What’s better than a cool dip on a hot day?

Garter snake PHOTOS: Ann Brokelman
Garter snake
PHOTOS: Ann Brokelman

On one of those recent ‘too hot to be outside’ Toronto summer days, I found myself walking along the beach at Ashbridges Bay. Since I didn’t want to drive home and turn on their air conditioner, I decided to cool off by taking off my shoes and socks and wading into the water. I was about two steps in when I felt something brush by my foot. I looked down expecting to see minnows, and instead saw: snakes. Not one, but four. I take a lot of pride in honestly saying that I managed not to scream. wild side-garter snake beach 176

As my breathing slowed and my heart moved down from my throat and back into my chest I was able to identify the four little reptiles as northern water snakes – Nerodia sipedon sipedon, one of 17 types of snake found in Ontario. For the next few minutes I stood absolutely still. You might think it was because I was afraid they’d bite me (and you’re not 100 per cent wrong), but mainly I didn’t want them to leave until I could get a good photo. I watched as they would dive to the sandy bottom, likely looking for something to eat, and then return to the surface, all the while circling my legs. I’ve never had anything like that happen before, and I’m not certain I’d like it to happen again!

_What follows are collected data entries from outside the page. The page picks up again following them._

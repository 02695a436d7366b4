"""Read PDFs back and compute expected numbers independently of the app's code."""

import re
import subprocess

import psychrolib

from tests.thermal.planck import reference_object_c

psychrolib.SetUnitSystem(psychrolib.SI)


def pdf_text(pdf: bytes, *, layout: bool = True) -> str:
    """The PDF's text as poppler's pdftotext reads it."""
    args = ["pdftotext", "-enc", "UTF-8"] + (["-layout"] if layout else []) + ["-", "-"]
    return subprocess.run(args, input=pdf, capture_output=True, check=True).stdout.decode()


def flat(text: str) -> str:
    """Whitespace runs to one space, so wrapped sentences can be searched."""
    return re.sub(r"\s+", " ", text)


def object_c(apparent_c: float, emissivity: float, reflected_c: float) -> float:
    """Solve ε·W(T) + (1 − ε)·W(T_refl) = W(T_app) for T (opaque surface, τ = 1)."""
    return reference_object_c(apparent_c, emissivity, reflected_c)


def dew_point_c(t_air_c: float, rh_pct: float) -> float:
    return psychrolib.GetTDewPointFromRelHum(t_air_c, rh_pct / 100)


def surface_rh_pct(t_air_c: float, rh_pct: float, t_surface_c: float) -> float:
    """φ_s = φ · p_sat(T_air) / p_sat(T_surface), ASHRAE saturation pressure via psychrolib."""
    return rh_pct * psychrolib.GetSatVapPres(t_air_c) / psychrolib.GetSatVapPres(t_surface_c)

Another reptile highlight took place about a week later in my own backyard while I was sitting outside watching the eastern skies looking for migrating hawks. Rory, my dog, was just finishing his daily exploration of our yard and walking towards me when he stopped, put his tail up and started darting back and forth near a plant along our fence line. I was instantly intrigued, but not brave enough to check it out myself. Luckily my husband Erle was around and, while I stayed a safe distance back with the dog, he came over with a stick and lifted up the big plant leaves. There, curled up under the plant’s stems, was a big, fat, garter snake, technically called a colubrid snake genus (Thamnophis). Through my camera (I wasn’t letting this one near my feet), I could see the snake’s eyes, which were a brilliant red. We admired the animal for a few moments, and then put the dog in the house and left the snake to his business. It was gone within half an hour, but Rory remembers the spot and has been very cautious about going near the plant again. I should point out that he is a cross breed: half beagle half chicken (Not that I blame him).

Don’t forget that it is also the Year of the Snake in the Chinese Zodiac. According to astrologers, this 2013 Year of the Snake is meant for steady progress and attention to detail. Focus and discipline will be necessary for you to achieve what you set out to create. The Snake is the sixth sign of the Chinese Zodiac, which consists of 12 animal signs. Ancient Chinese wisdom says a Snake in the house is a good omen because it means that your family will not starve.